Friday 4 May 2012

When the teacher is not the teacher

[DISCLAIMER: I make no reference to anyone specific. If you think it's you, don't blame me. It's all in your head.]

I'll begin with this: all of us seek approval or at least acknowledgement from a being of a certain status, whether it's from God, the divine, a father/mother figure, a guru, the peer, whatever. Even the uber hardcore monks who choose to completely dissolve everything related to them, they do what they do to get "there": samadhi, bliss, release, heaven, final freedom, which in itself is a form of acknowledgement. Or those triathlon nuts, covered in sweat and vomit, crawl to cross that finish line so that they can say "hey mom, I did it". So yes, we all seek approval from that someone or something of perceived authoritative status.

"The teacher" of course is someone of perceived authority... or is he/she?

The role of teacher is a peculiar one. Obviously, it's something that I have been contemplating with a lot these days, both me as a teacher, and others as my teacher. Your teacher can be your friend. Your teacher can be your student. People often forget that many students spend money on teachers, so really, the teacher can be our employee. Your teacher, sadly, can also be an asshole, and there are a lot of those out there. It's a dynamic role, and most certainly one that claims ownership of whatever power that may or may exist. Let me explain...


"Teaching", as a task in itself is simple. It's no more than the mere transfer of information. Its sole purpose is to deliver the knowledge, to educate, to show us the good stuff. “The teacher” is a job, not a status. Your grandson can be your teacher because he knows how to kill pigs in Angry Birds. The user manual of your dishwasher can be your teacher. I sort of like the analogy of withdrawing from a sperm bank to get a pregnant. This is it, you go in, order whatever height and eye colour you like, get the goody and leave. Then there is the "complicated" way to conceive: meeting someone, dating, getting married, getting pregnant, may or may not be in that order. We all know it's everything else, not the 0.001 second of the actual conception, that is complicated. In other words, it's also everything else, not the teaching task itself, that is complicated.
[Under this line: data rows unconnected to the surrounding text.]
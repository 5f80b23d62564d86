"""Measured test results judged against the limits of the circuit they were taken on (the judges:
:mod:`service.electrical.testing.judges` and :mod:`service.electrical.testing.ring`)."""

from __future__ import annotations

import dataclasses
from collections import Counter
from collections.abc import Sequence

from service.electrical.cables.conductors import temperature_multiplier
from service.electrical.circuit_arrays import CircuitFailure
from service.electrical.errors import InvalidInput
from service.electrical.inputs import Circuit, Supply
from service.electrical.pipeline import check_circuits
from service.electrical.results import precision
from service.electrical.results.circuit_result import CircuitResult
from service.electrical.results.verdicts import COUNTED, overall
from service.electrical.testing import judges
from service.electrical.testing.judges import Context
from service.electrical.testing.measured import CIRCUIT_VOLTAGES, Judgement, Measured, VerificationResult
from service.electrical.testing.ring import judge_ring

__all__ = ["CIRCUIT_VOLTAGES", "Measured", "verify"]

JUDGES = (
    judges.judge_ze,
    judges.judge_fault_level,
    judges.judge_zs,
    judges.judge_zs_continuity,
    judges.judge_r1_plus_r2,
    lambda ctx: judge_ring(ctx.measured, ctx.circuit.conductors),
    judges.judge_insulation,
    judges.judge_rcd_times,
    judges.judge_rcd_half,
    judges.judge_polarity,
)
RCD_RULES = {
    "additional-protection": "a 30 mA RCD where the rules call for one",
    "rcd-type": "an RCD of a type that suits the load",
}
RCD_REQUIREMENTS = tuple(RCD_RULES)
CAUTION_TABLE_64 = "The insulation resistance minimum is from memory (BS 7671 Table 64, unverified)."


def judge_rcd_requirement(ctx: Context) -> list[Judgement]:
    """Whether the circuit has the RCD the rules call for (a 30 mA RCD where required, of a suitable type): the
    design's own checks of those rules (additional-protection, rcd-type), the same whatever was measured."""
    out = []
    for name in RCD_REQUIREMENTS:
        c = ctx.design.check(name)
        if c is not None:
            said = (
                "a 30 mA RCD where the rules call for one"
                if name == "additional-protection"
                else "an RCD of a type that suits the load"
            )
            out.append(Judgement(name, c.verdict, said, c.value, c.limit, c.unit, c.basis, c.note))
    return out


def _judge(design: CircuitResult, supply: Supply, circuit: Circuit, m: Measured) -> VerificationResult:
    theta_op = judges.operating_c(circuit)
    ratio = temperature_multiplier(m.temperature_c) / temperature_multiplier(theta_op)
    ctx = Context(design, supply, circuit, m, theta_op, ratio, design.check("max-zs").limit)
    out = [judgement for judge in JUDGES for judgement in judge(ctx)]
    if not out:
        raise InvalidInput("measured", "give at least one measured value")
    out += judge_rcd_requirement(ctx)
    cautions = list(design.cautions[:3])
    if m.insulation_resistance_megohm is not None:
        cautions.append(CAUTION_TABLE_64)
    counts = Counter(j.verdict for j in out)
    ohm = precision.rule_for_unit("ohm")
    return VerificationResult(
        id=circuit.id,
        design_max_zs_ohm=_round(ctx.max_zs_ohm, ohm),
        design_r1_plus_r2_ohm=_round(design.r1_plus_r2_ohm, ohm),
        operating_temperature_c=theta_op,
        judgements=[_rounded(j) for j in out],
        counts={str(v): counts.get(v, 0) for v in COUNTED},
        verdict=overall(j.verdict for j in out),
        cautions=cautions,
    )


def _round(value: float | None, rule) -> float | None:
    return None if value is None else float(precision.rounded(value, rule))


def _rounded(j: Judgement) -> Judgement:
    """A judgement's numbers to the precision of its unit (DESIGN.md conventions)."""
    rule = precision.rule_for_unit(j.unit)
    return dataclasses.replace(
        j,
        measured=_round(j.measured, rule),
        limit=_round(j.limit, rule),
        rule_of_thumb_limit=_round(j.rule_of_thumb_limit, rule),
        corrected_value=_round(j.corrected_value, rule),
    )


def verify(
    supply: Supply | Sequence[Supply], items: list[tuple[Circuit, Measured]]
) -> list[VerificationResult | CircuitFailure]:
    """Judge each circuit's measurements; the design limits come from the same whole check (array path).
    ``supply``: one for every circuit, or one each (a test sheet's circuits on several boards)."""
    supplies = [supply] * len(items) if isinstance(supply, Supply) else list(supply)
    designs = check_circuits(supplies, [c for c, _ in items], exact=True)
    out: list[VerificationResult | CircuitFailure] = []
    for index, ((circuit, measured), design, on) in enumerate(zip(items, designs, supplies, strict=True)):
        if isinstance(design, CircuitFailure):
            out.append(design)
            continue
        try:
            out.append(_judge(design, on, circuit, measured))
        except InvalidInput as err:
            out.append(CircuitFailure(index, circuit.id, err.path, err.message, type(err)))
    return out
"The teacher" is often tasked with other roles: the regulator, the monitor, the babysitter, the policeman/woman, the editor, the puppeteer, the shri-monger, the Grand Magus... all of a sudden "the teacher" assumes to have all kinds of power, which is exactly my point. People say "knowledge is power", but it really should be "knowledge empowers you". "Power over yourself" and "power over others" are two very different things.

In a classroom, the power of authority comes from the teacher acting as a monitor, while conducting the task of "teaching" or conveying information to the students. Conveying information, which in essence is what "teaching" really is about, is separate from being the "authority" in the classroom. Hypothetically you can have a person in the classroom to just teach, and a policeman to keep things in order. We all wear many hats, often at the same time. It is important to set clear boundaries and recognize which hat you are wearing when you speak. When the lines blur, and "the teacher" acts inappropriately and abuses the power of authority, we have problems. When the students also act inappropriately, we have bigger problems.

People often assign an assumed "superiority" to the role of teacher. But it really is about the power residing in the role of the keeper of information, the shepherd, the moderator, the Grand Magus… a power over others. This illusion of superiority extends to the association with the role of teacher, which creates teacher’s pets, coven angels, Willsalmon, Willtuna… It has nothing to do with teaching, but the wish to have this self-imposed higher status, and perhaps enjoy some fringe benefits along the way. This sense of entitlement is toxic. Just because you are the teacher, or have a special relationship with the teacher, sexual or otherwise, it doesn’t mean you are entitled to extra gravy on your fries, or power over other students.

Again, it has nothing to do with teaching. Perceived authority is just that: a perception.

I respect many great teachers and have developed a friendship with some of them. But having respect for someone is not the same as allowing this person to have control over me. You might know a great deal about something, but it doesn't make you a teacher. And I’m not even talking about quality of teaching.

Once you see through the illusion of perceived authority, the non-existent superiority, that jar of pubes on the altar, you get back the power that you have always had. This is not about challenging anyone's puppeteering skills. Oh goodness gracious me no. This is just to remind everyone to give credits when they are due, and call out bullshit when it's right in front of you.

As always, just my two cents. I better get going. I have some trout to fry.